Ever since she first appeared in 2007, digital diva Hatsune Miku has been beloved by anime fans. Starting as the face of Crypton Future Media's Vocaloid 2 voicebank, she kicked off the company's "Character Vocal Series" — which also includes Kagamine Rin and Len, Megurine Luka, and lots of others.
Over the last 14 years, though, Miku has become an idol in and of herself. The virtual idol has concerts, sponsorships, and festivals to her name. And she's a constant presence in the world of anime!
Read on for just a small handful of her appearances and influences:
Theme of Black Rock Shooter
Before teaming up with vocalist Nagi Yanagi, 11-member group Supercell was a dojin music band whose "lead vocalist" was Hatsune Miku. One of their early hits, "Black Rock Shooter," was inspired by an image drawn by artist Huke. The mysterious girl, depicted with a flaming blue eye and a super-powerful cannon, would go on to become a heroine of many backgrounds.
When BRS finally got her own anime, naturally the Supercell song was used for the opening... and, naturally, with Miku still as the singer. BRS has about as many back stories as she has appearances in other media, meaning that every time you meet her, you'll learn something new about her. If you're looking for a place to jump on, though, try the 2012 anime!
Giant Robot Battles in Shinkalion
It's not uncommon for idols to get guest roles in anime when they reach a certain level.

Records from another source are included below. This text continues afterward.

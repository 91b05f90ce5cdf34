namespace NightSim.Cli.Commands;

/// <summary>Inputs of the <c>sky</c> verb.</summary>
/// <param name="Latitude">Degrees north.</param>
/// <param name="Longitude">Degrees east.</param>
/// <param name="TimeZone">IANA zone id.</param>
/// <param name="Date">First night's date, "YYYY-MM-DD".</param>
/// <param name="Days">Number of nights.</param>
/// <param name="Format">"text" or "json".</param>
/// <param name="PlotFile">SVG or PNG file to draw, or null.</param>
internal sealed record SkySettings(double Latitude, double Longitude, string TimeZone, string Date, int Days, string Format, string? PlotFile);
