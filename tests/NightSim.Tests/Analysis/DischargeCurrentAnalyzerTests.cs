using NightSim.Analysis;
using NightSim.Results;

namespace NightSim.Tests.Analysis;

/// <summary>The timer stage's discharge dump, on hand-made facts (invented demo data): peak V/(R_path + R_on) by Ohm's
/// law against the transistor's safe current, and the series resistor that brings it there.</summary>
public sealed class DischargeCurrentAnalyzerTests
{
    private static readonly DateTimeOffset s_origin = new(2026, 11, 20, 12, 0, 0, TimeSpan.Zero);

    private static RunFacts Facts(DischargeFacts discharge, params DiscreteEvent[] events) => new()
    {
        Origin = s_origin,
        Duration = 86400,
        DeviceEvents = events,
        Timers = [new TimerFacts("U1", 1e6, 3.3e-3, 12.0, 0, double.PositiveInfinity) { Discharge = discharge }],
    };

    [Fact]
    public void Capacitor_Dumped_Above_The_Safe_Current_Is_Reported_With_A_Series_Resistor()
    {
        // 8 V into 10 Ω: 800 mA, limited to 200 mA, above 100 mA safe. 8 V / 0.1 A − 10 Ω = 70 Ω → 82 Ω (E12, IEC 60063).
        var d = new DischargeFacts(8.0, 0.0, 10.0, 0.2, 0.1);
        Finding f = Assert.Single(new DischargeCurrentAnalyzer().Analyze(
            Facts(d, new DiscreteEvent(9 * 3600.0, "U1.latch", "U1", "q", "high", "low", DeviceEventKind.TimerOutputLow)), [], []));
        Assert.Equal("timer-discharge-current", f.Code);
        Assert.Equal(Severity.Warning, f.Severity);
        Assert.Equal("U1", f.Part);
        Assert.Equal(s_origin.AddHours(9), f.At);
        Assert.Contains("3.3 mF at 8.0 V", f.Message, StringComparison.Ordinal);
        Assert.Contains("800 mA through its 10 Ω on-resistance", f.Message, StringComparison.Ordinal);
        Assert.Contains("limits it to about 200 mA", f.Message, StringComparison.Ordinal);
        Assert.Contains("above the 100 mA", f.Message, StringComparison.Ordinal);
        Assert.Contains("at least 70 Ω (e.g. 82 Ω)", f.Fix, StringComparison.Ordinal);
        Assert.DoesNotContain("timer-555", f.Message, StringComparison.Ordinal);
    }

    [Fact]
    public void Dump_Within_The_Safe_Current_Says_Nothing()
    {
        // 8 V through 82 Ω + 10 Ω: 87 mA < 100 mA.
        Assert.Empty(new DischargeCurrentAnalyzer().Analyze(Facts(new DischargeFacts(8.0, 82.0, 10.0, 0.2, 0.1)), [], []));
    }

    // IEC 60063 (Preferred number series for resistors and capacitors), E12: 10 12 15 18 22 27 33 39 47 56 68 82.
    [Theory]
    [InlineData(70.0, 82.0)]
    [InlineData(385.0, 390.0)]
    [InlineData(390.0, 390.0)]
    [InlineData(470.0, 470.0)]
    [InlineData(8300.0, 10000.0)]
    [InlineData(1.0, 1.0)]
    [InlineData(0.0011, 0.0012)]
    public void Preferred_Value_At_Or_Above(double value, double e12) =>
        Assert.Equal(e12, NightSim.Units.PreferredValues.E12AtOrAbove(value));
}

Hatsune Miku has made lots of cameos, but she's also played herself in Shinkansen Henkei Robo Shinkalion. The series, about kids piloting bullet trains that transform into cool robots, features Hatsune Miku as a recurring mecha pilot.

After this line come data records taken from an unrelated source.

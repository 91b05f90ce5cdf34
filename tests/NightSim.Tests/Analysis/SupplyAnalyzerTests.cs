using NightSim.Analysis;
using NightSim.Results;
using NightSim.Units;

namespace NightSim.Tests.Analysis;

/// <summary>
/// The supply findings on hand-made runs (invented data: a 470 nF dropper on 230 V 50 Hz, a 12 V rail Zener with a
/// 5 mA test current, a 400 Ω relay coil with 9 V pull-in and 1.2 V drop-out). The fixes' numbers are worked here from
/// the dropper's proportionality (its current grows with its capacitance) and the full-wave average 2√2/π of a
/// rectified sine's RMS (any circuits textbook).
/// </summary>
public sealed class SupplyAnalyzerTests
{
    private static readonly DateTimeOffset s_origin = new(2026, 11, 20, 12, 0, 0, TimeSpan.FromHours(1));
    private const double On = 5 * 3600.0;
    private const double MainsCurrent = 230 * 2 * Math.PI * 50 * 470e-9; // 33.96 mA, V·2πf·C

    private static SupplyFacts Supply(IReadOnlyList<RegulationLoss>? losses = null, IReadOnlyList<CoilAttempt>? attempts = null,
        RippleAtTrigger? ripple = null, Func<double, double>? railAt = null) => new()
    {
        Description = "the 470 nF dropper CX from 230 V 50 Hz",
        MainsRms = 230,
        Frequency = 50,
        DropperCapacitance = 470e-9,
        Droppers = ["CX"],
        RailPlus = "vcc",
        RailMinus = "gnd",
        ZenerId = "DZ",
        ZenerVoltage = 12,
        ZenerTestCurrent = 5e-3,
        ReservoirId = "CS",
        ReservoirCapacitance = 470e-6,
        StandbyRail = 12.05,
        StandbyZenerCurrent = 12e-3,
        StandbyMainsCurrent = MainsCurrent,
        CoilResistance = new Dictionary<string, double> { ["K1"] = 400 },
        Losses = losses ?? [],
        Attempts = attempts ?? [],
        Ripple = ripple,
        RailAt = railAt,
    };

    private static RunFacts Facts(SupplyFacts? supply, IReadOnlyList<LoadTransition>? transitions = null, IReadOnlyList<DiscreteEvent>? events = null) => new()
    {
        Origin = s_origin,
        TimeZone = TimeZoneInfo.CreateCustomTimeZone("plus1", TimeSpan.FromHours(1), "plus1", "plus1"),
        Duration = 86400,
        LoadTransitions = transitions ?? [],
        DeviceEvents = events ?? [],
        Relays = [new RelayFacts("K1", 9.0, 1.2, (_, _) => double.NaN)],
        Supply = supply,
    };

    private static DiscreteEvent Event(double t, DeviceEventKind kind, string part = "K1") => new(t, part, part, "coil", "", "", kind);

    [Fact]
    public void Regulation_Lost_While_The_Relay_Is_On_Names_The_State_The_Sag_And_A_Larger_Dropper()
    {
        var loss = new RegulationLoss(true, On + 0.01, 3600, 0, 9.1) { StateSeconds = 4 * 3600 };
        Finding f = Assert.Single(NightAnalysis.Analyze(Facts(Supply([loss]))).Findings, x => x.Code == "supply-regulation-lost");
        Assert.Equal(Severity.Warning, f.Severity);
        Assert.Equal("DZ", f.Part);
        Assert.StartsWith("Supply (the 470 nF dropper CX from 230 V 50 Hz)", f.Message, StringComparison.Ordinal);
        Assert.Contains("while relay K1 was driven from 17:00:00", f.Message, StringComparison.Ordinal);
        Assert.Contains("for 1 h in all (25 % of the time in that state)", f.Message, StringComparison.Ordinal);
        Assert.Contains("the rail sagged to 9.1 V, 2.9 V below its 12 V", f.Message, StringComparison.Ordinal);
        // By hand: the bridge hands the rail 2√2/π·33.96 mA = 30.57 mA; relay-on needs what standby used (30.57 − 12 mA),
        // the coil's 12 V/400 Ω = 30 mA and the Zener's 5 mA: 53.57 mA, so C = 470 nF·53.57/30.57 = 824 nF → E12 1 µF.
        double delivered = MainsCurrent * 2 * Math.Sqrt(2) / Math.PI;
        double c = PreferredValues.E12AtOrAbove(470e-9 * (delivered - 12e-3 + 12.0 / 400 + 5e-3) / delivered);
        Assert.Contains($"a larger dropper capacitor, about {EngineeringValue.Format(c, "F", 3)} instead of 470 nF (X2 class", f.Fix, StringComparison.Ordinal);
        // The coil may take what the Zener spares less its test current: 12 − 5 = 7 mA, a 12 V/7 mA = 1.71 kΩ coil.
        Assert.Contains($"a coil of {EngineeringValue.Format(12 / 7e-3, "Ω", 3)} or more instead of 400 Ω", f.Fix, StringComparison.Ordinal);
    }

    [Fact]
    public void A_Brief_Dip_Or_A_Loss_In_Standby_Reads_As_Such()
    {
        var dip = new RegulationLoss(true, On, 0.05, 0, 11.0) { StateSeconds = 4 * 3600 };
        Assert.DoesNotContain(NightAnalysis.Analyze(Facts(Supply([dip]))).Findings, f => f.Code == "supply-regulation-lost");
        var standby = new RegulationLoss(false, 3600, 30, 0, 11.5) { StateSeconds = 20 * 3600 };
        Finding s = Assert.Single(NightAnalysis.Analyze(Facts(Supply([standby]))).Findings, f => f.Code == "supply-regulation-lost");
        Assert.Contains("in standby (no relay driven)", s.Message, StringComparison.Ordinal);
    }

    [Fact]
    public void A_Coil_Starved_By_The_Sag_Is_The_Supply_Not_The_Drive()
    {
        // The timer output went high and the coil was driven; the rail fell from 12 V to 4 V and the coil reached 7.5 V:
        // with the 8 V of sag it would have passed its 9 V pull-in.
        var attempt = new CoilAttempt("K1", On + 0.001, On + 3600, 12.0, 4.0, 7.5);
        DiscreteEvent[] events =
        [
            new(On, "U1.q", "U1", "output", "low", "high", DeviceEventKind.TimerOutputHigh),
            new(On + 3600, "U1.q", "U1", "output", "high", "low", DeviceEventKind.TimerOutputLow),
        ];
        RunFacts facts = Facts(Supply(attempts: [attempt]), events: events) with
        {
            Relays = [new RelayFacts("K1", 9.0, 1.2, (_, _) => 7.5)],
        };
        IReadOnlyList<Finding> findings = NightAnalysis.Analyze(facts).Findings;
        Finding f = Assert.Single(findings, x => x.Code == "supply-relay-cannot-pull-in");
        Assert.Equal(Severity.Error, f.Severity);
        Assert.Contains("relay K1 could not pull in at 17:00:00: as its coil was driven the rail sagged from 12 V to 4 V, and the coil reached only 7.5 V against its 9 V pull-in", f.Message, StringComparison.Ordinal);
        Assert.Contains("larger dropper capacitor", f.Fix, StringComparison.Ordinal);
        Assert.DoesNotContain(findings, x => x.Code == "relay-not-pulling-in");

        // The same coil on a rail that hardly moved: the drive is the fault, as before.
        var stiff = new CoilAttempt("K1", On + 0.001, On + 3600, 12.0, 11.9, 7.5);
        IReadOnlyList<Finding> drive = NightAnalysis.Analyze(facts with { Supply = Supply(attempts: [stiff]) }).Findings;
        Assert.Contains(drive, x => x.Code == "relay-not-pulling-in");
        Assert.DoesNotContain(drive, x => x.Code == "supply-relay-cannot-pull-in");
        // And without a mains-fed supply nothing supply-related is said.
        IReadOnlyList<Finding> ideal = NightAnalysis.Analyze(facts with { Supply = null }).Findings;
        Assert.Contains(ideal, x => x.Code == "relay-not-pulling-in");
        Assert.DoesNotContain(ideal, x => x.Code.StartsWith("supply-", StringComparison.Ordinal));
    }

    [Fact]
    public void A_Drop_Out_Under_Sag_Ends_The_Interval_And_The_Next_Pull_In_Is_The_Supply()
    {
        // Pulled in at On + 2 ms, the rail sagged to 2 V and the still-driven coil dropped out at On + 0.5 s; the rail
        // recovered and the coil pulled in again at On + 20 s.
        var attempt = new CoilAttempt("K1", On, On + 3600, 12.0, 2.0, 11.5);
        SupplyFacts supply = Supply(attempts: [attempt], railAt: t => t > On + 0.3 && t < On + 10 ? 2.0 : 12.0);
        RunFacts facts = Facts(supply,
            [new(On + 0.005, true, "lamp", 60, "K1"), new(On + 0.502, false, "lamp", 60, "K1"), new(On + 20.005, true, "lamp", 60, "K1")],
            [Event(On + 0.002, DeviceEventKind.CoilPulledIn), Event(On + 0.5, DeviceEventKind.CoilReleased), Event(On + 20.002, DeviceEventKind.CoilPulledIn)]);
        AnalysisResult r = NightAnalysis.Analyze(facts);
        Finding f = Assert.Single(r.Findings, x => x.Code == "supply-relay-dropout");
        Assert.Contains("dropped out at 17:00:00 while its coil was still driven: the rail had sagged to 2 V (12 V before the coil was driven)", f.Message, StringComparison.Ordinal);
        Assert.Equal("the relay dropped out under supply sag: the rail fell to 2 V while the coil was still driven", r.Intervals[0].EndedBy);
        Assert.Equal(LoadCause.Supply, r.Intervals[1].Cause);
        Assert.Contains("dropped out under supply sag at 17:00:00", r.Intervals[1].Explanation, StringComparison.Ordinal);
    }

    [Fact]
    public void Chatter_From_A_Sagging_Supply_Says_So()
    {
        var transitions = new List<LoadTransition>();
        var events = new List<DiscreteEvent>();
        for (int k = 0; k < 8; k++)
        {
            double t = On + 2.0 * k;
            transitions.Add(new(t + 0.005, true, "lamp", 60, "K1"));
            transitions.Add(new(t + 1.002, false, "lamp", 60, "K1"));
            events.Add(Event(t + 0.002, DeviceEventKind.CoilPulledIn));
            events.Add(Event(t + 1.0, DeviceEventKind.CoilReleased));
        }
        var attempt = new CoilAttempt("K1", On, On + 3600, 12.0, 1.5, 11.5);
        // The rail is low around each drop-out (the second half of every 2 s cycle).
        SupplyFacts supply = Supply(attempts: [attempt], railAt: t => (t - On) % 2.0 > 0.6 ? 1.5 : 12.0);
        AnalysisResult r = NightAnalysis.Analyze(Facts(supply, transitions, events));
        Finding chatter = Assert.Single(r.Findings, x => x.Code == "relay-chatter");
        Assert.Contains("The supply causes it (the 470 nF dropper CX from 230 V 50 Hz)", chatter.Message, StringComparison.Ordinal);
        Assert.Contains("larger dropper capacitor", chatter.Fix, StringComparison.Ordinal);
        Assert.DoesNotContain(r.Findings, x => x.Code == "supply-relay-dropout"); // the burst covers them
        Assert.Equal(LoadCause.Supply, r.Intervals[3].Cause);
    }

    [Fact]
    public void Ripple_At_The_Trigger_Is_Weighed_Against_The_Trigger_Margin()
    {
        var near = new RippleAtTrigger(3600, 0.8, 0.3, 0.4, "U1");
        Finding f = Assert.Single(NightAnalysis.Analyze(Facts(Supply(ripple: near))).Findings, x => x.Code == "supply-ripple-at-trigger");
        Assert.Equal(Severity.Warning, f.Severity);
        Assert.Contains("the rail rippled by 800 mV peak to peak and the trigger pin swung by 300 mV", f.Message, StringComparison.Ordinal);
        Assert.Contains("coming within 400 mV of it: the ripple takes 75 % of the trigger margin", f.Message, StringComparison.Ordinal);
        Assert.Contains("larger smoothing capacitor than CS's 470 µF", f.Fix, StringComparison.Ordinal);
        var far = new RippleAtTrigger(3600, 0.8, 0.3, 4.0, "U1");
        Assert.DoesNotContain(NightAnalysis.Analyze(Facts(Supply(ripple: far))).Findings, x => x.Code == "supply-ripple-at-trigger");
    }
}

She's back again for the first season's film, and going even bigger. She kicks the movie off by battling Godzilla, for a start. Then, at the end, she performs the show's theme song in her Snow Miku attire.
Spooky Music for Yamishibai
Hatsune Miku sings plenty of cute songs... but her digitized tones (because, you know, she's digital) do lend themselves to spookier songs. Composers have made good use of that effect, and so have anime series. In particular, Yamishibai: Japanese Ghost Stories has recruited her twice for theme songs.

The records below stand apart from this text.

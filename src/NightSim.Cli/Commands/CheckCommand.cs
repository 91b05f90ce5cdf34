using System.CommandLine;
using System.Globalization;
using System.Text.Json;
using NightSim.Devices;
using NightSim.Netlist;
using NightSim.Reporting;
using NightSim.Runs;
using NightSim.Sky;

namespace NightSim.Cli.Commands;

/// <summary>`nightsim check NETLIST [SCENARIO]`: validate a netlist (every problem at once) and print a summary.</summary>
internal static class CheckCommand
{
    public static Command Create()
    {
        var netlist = new Argument<FileInfo?>("NETLIST")
        {
            Description = "Netlist JSON file to check.",
            Arity = ArgumentArity.ZeroOrOne,
        };
        var scenario = new Argument<FileInfo?>("SCENARIO")
        {
            Description = "Scenario JSON file to check along with it (optional).",
            Arity = ArgumentArity.ZeroOrOne,
        };
        var writeSchema = new Option<FileInfo?>("--write-schema")
        {
            HelpName = "FILE",
            Description = "Write the netlist JSON Schema generated from the part catalogue to this file (e.g. netlists/netlist.schema.json).",
        };
        var writeKinds = new Option<FileInfo?>("--write-kinds")
        {
            HelpName = "FILE",
            Description = "Write the part-kind reference (Markdown) generated from the part catalogue to this file (e.g. docs/part-kinds.md).",
        };
        var command = new Command("check", "Check a netlist (and optionally a scenario): print a summary, or every problem with file, line:column, JSON path and part. Exit 0 when valid, 2 when not.");
        command.Arguments.Add(netlist);
        command.Arguments.Add(scenario);
        command.Options.Add(writeSchema);
        command.Options.Add(writeKinds);
        command.SetAction(pr => CliErrors.Run(pr, (output, error) =>
            Execute(pr.GetValue(netlist), pr.GetValue(scenario), pr.GetValue(writeSchema), pr.GetValue(writeKinds), output, error)));
        return command;
    }

    private static int Execute(FileInfo? netlist, FileInfo? scenario, FileInfo? writeSchema, FileInfo? writeKinds,
        TextWriter output, TextWriter error)
    {
        if (writeSchema is not null || writeKinds is not null)
        {
            if (writeSchema is not null)
            {
                AtomicFile.WriteText(writeSchema.FullName, NetlistSchema.Generate());
                output.WriteLine($"wrote {writeSchema}");
            }
            if (writeKinds is not null)
            {
                AtomicFile.WriteText(writeKinds.FullName, NetlistReference.Markdown());
                output.WriteLine($"wrote {writeKinds}");
            }
            if (netlist is null) return CliErrors.Success;
        }
        if (netlist is null)
        {
            error.WriteLine("nightsim check: give a NETLIST file, e.g. `nightsim check netlists/rc-step.json` (see `nightsim check --help`)");
            return CliErrors.Usage;
        }

        string netlistPath = netlist.ToString();
        NetlistLoadResult result = NetlistLoader.Read(netlistPath);
        var problems = new List<string>();
        problems.AddRange(result.Errors.Select(e => e.ToString()));
        LightScenario? loadedScenario = null;
        if (scenario is not null)
        {
            string scenarioPath = scenario.ToString();
            List<string> syntax = CheckScenario(scenarioPath).ToList();
            problems.AddRange(syntax);
            if (syntax.Count == 0)
            {
                loadedScenario = ScenarioLoader.Load(scenarioPath, out IReadOnlyList<ScenarioError> scenarioErrors);
                problems.AddRange(scenarioErrors.Select(e => e.ToString()));
                if (loadedScenario is not null && result.Definition is not null)
                    problems.AddRange(ScenarioFit.Problems(result.Definition, loadedScenario, netlistPath, scenarioPath));
            }
        }

        foreach (NetlistError w in result.Warnings) error.WriteLine(w.ToString());
        if (problems.Count > 0)
        {
            CliErrors.WriteProblems(problems, error);
            return CliErrors.InvalidInput;
        }

        NetlistDefinition def = result.Definition!;
        output.WriteLine($"{def.Name}: valid ({netlistPath})");
        if (!string.IsNullOrWhiteSpace(def.Description)) output.WriteLine($"  {def.Description}");
        IEnumerable<string> byKind = def.Parts.GroupBy(p => p.Kind)
            .OrderBy(g => PartCatalog.All.ToList().FindIndex(k => k.Name == g.Key))
            .Select(g => $"{g.Key} {g.Count()}");
        output.WriteLine($"  parts:    {def.Parts.Count} ({string.Join(", ", byKind)})");
        List<string> nodes = def.Parts.SelectMany(p => p.Pins.Values).Where(n => !Ground.Is(n)).Distinct().Order(StringComparer.Ordinal).ToList();
        string shown = string.Join(", ", nodes.Take(20)) + (nodes.Count > 20 ? $", … and {nodes.Count - 20} more" : "");
        output.WriteLine($"  nodes:    {nodes.Count} + ground ({shown})");
        output.WriteLine(result.Warnings.Count == 0 ? "  warnings: none" : $"  warnings: {result.Warnings.Count} (above)");
        foreach (string caution in NightSim.Supply.MainsExposure.Cautions(def)) output.WriteLine("CAUTION: " + caution);
        if (loadedScenario is not null)
        {
            output.WriteLine($"  scenario: {loadedScenario.Name} ({scenario}): {loadedScenario.Site.Name}, {loadedScenario.Start.ToString("yyyy-MM-dd", CultureInfo.InvariantCulture)}, " +
                $"{loadedScenario.Nights} night{(loadedScenario.Nights == 1 ? "" : "s")}, {loadedScenario.Events.Count} event definition{(loadedScenario.Events.Count == 1 ? "" : "s")}, seed {loadedScenario.Seed}");
            foreach (ScenarioError w in loadedScenario.Warnings) error.WriteLine(w.ToString());
        }
        return CliErrors.Success;
    }

    private static IEnumerable<string> CheckScenario(string path)
    {
        if (Directory.Exists(path)) return [$"{path}: error at $: this is a folder, not a scenario file. hint: check the path"];
        if (!File.Exists(path)) return [$"{path}: error at $: file not found. hint: check the path"];
        try
        {
            byte[]? bytes = NightSim.Text.Utf8Check.ReadBounded(path, InputLimits.MaxInputBytes, out string? notRead);
            if (bytes is null)
                return [$"{path}: error at $: the file {notRead}. hint: give a scenario JSON file; an input file may hold at most 64 MB"];
            if ((NightSim.Text.Utf8Check.Problem(bytes) ?? NightSim.Text.JsonEscapeCheck.Problem(bytes)) is { } bad)
                return [$"{path}:{bad.Line}:{bad.Column}: error at $: {bad.Message}. hint: {bad.Hint}"];
            int start = bytes.AsSpan().StartsWith((ReadOnlySpan<byte>)[0xEF, 0xBB, 0xBF]) ? 3 : 0;
            using JsonDocument _ = JsonDocument.Parse(bytes.AsMemory(start), new JsonDocumentOptions
            {
                CommentHandling = JsonCommentHandling.Skip,
                AllowTrailingCommas = true,
            });
            return [];
        }
        catch (Exception ex) when (ex is IOException or UnauthorizedAccessException)
        {
            return [$"{path}: error at $: cannot read the file: {ex.Message.TrimEnd('.')}. hint: check the path"];
        }
        catch (JsonException ex)
        {
            string message = ex.Message;
            int cut = message.IndexOf(" LineNumber:", StringComparison.Ordinal);
            if (cut > 0) message = message[..cut];
            string where = string.Create(CultureInfo.InvariantCulture, $"{(ex.LineNumber ?? 0) + 1}:{(ex.BytePositionInLine ?? 0) + 1}");
            return [$"{path}:{where}: error at $: invalid JSON: {message.TrimEnd('.', ' ')}. hint: check brackets, quotes and commas near this position"];
        }
    }
}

The short-form show adapts urban legends into spooky shorts, in the style of traditional Japanese paper theater. If you brave some of the earlier episodes, you'll be serenaded by Miku afterwards: season 1 ends with her song "Kaikai Emaki," and season 2 episodes close out with "Shijukunichi Eyes."
Her Own Anime?
Rumor has it Hatsune Miku will be going for broke and getting her own anime series! Details are light so far, but it seems the production will combine anime, live action, and music to create a fun fan experience.
There's no telling just when this project will see its way to completion. But considering it's promising a deeper look into the "Miku-verse," along with appearances from her friends, we're definitely on board! Hopefully before long, she'll make her way to anime stardom.
The Voice of Miku
She may not actually be Hatsune Miku, but voice actress Saki Fujita is the voice behind the voicebank. Thanks to the Vocaloid software, she's sung hundreds (if not thousands) of songs without actually saying a word. In the meantime, she's got an impressive anime career of her own!
Fujita is closing out her long-running roll in Attack on Titan as Ymir, for one. You can also hear her as Ayano Sugiura in Yuruyuri, Mahiru Inami in Wagnaria!!, and many more. And, as Miku makes more appearances in anime, Fujita is involved as well. Be sure to keep an eye (and ear!) out for her.
Miku continues to help composers get their songs out into the world and enchant fans globally. We can't wait to see where she goes next!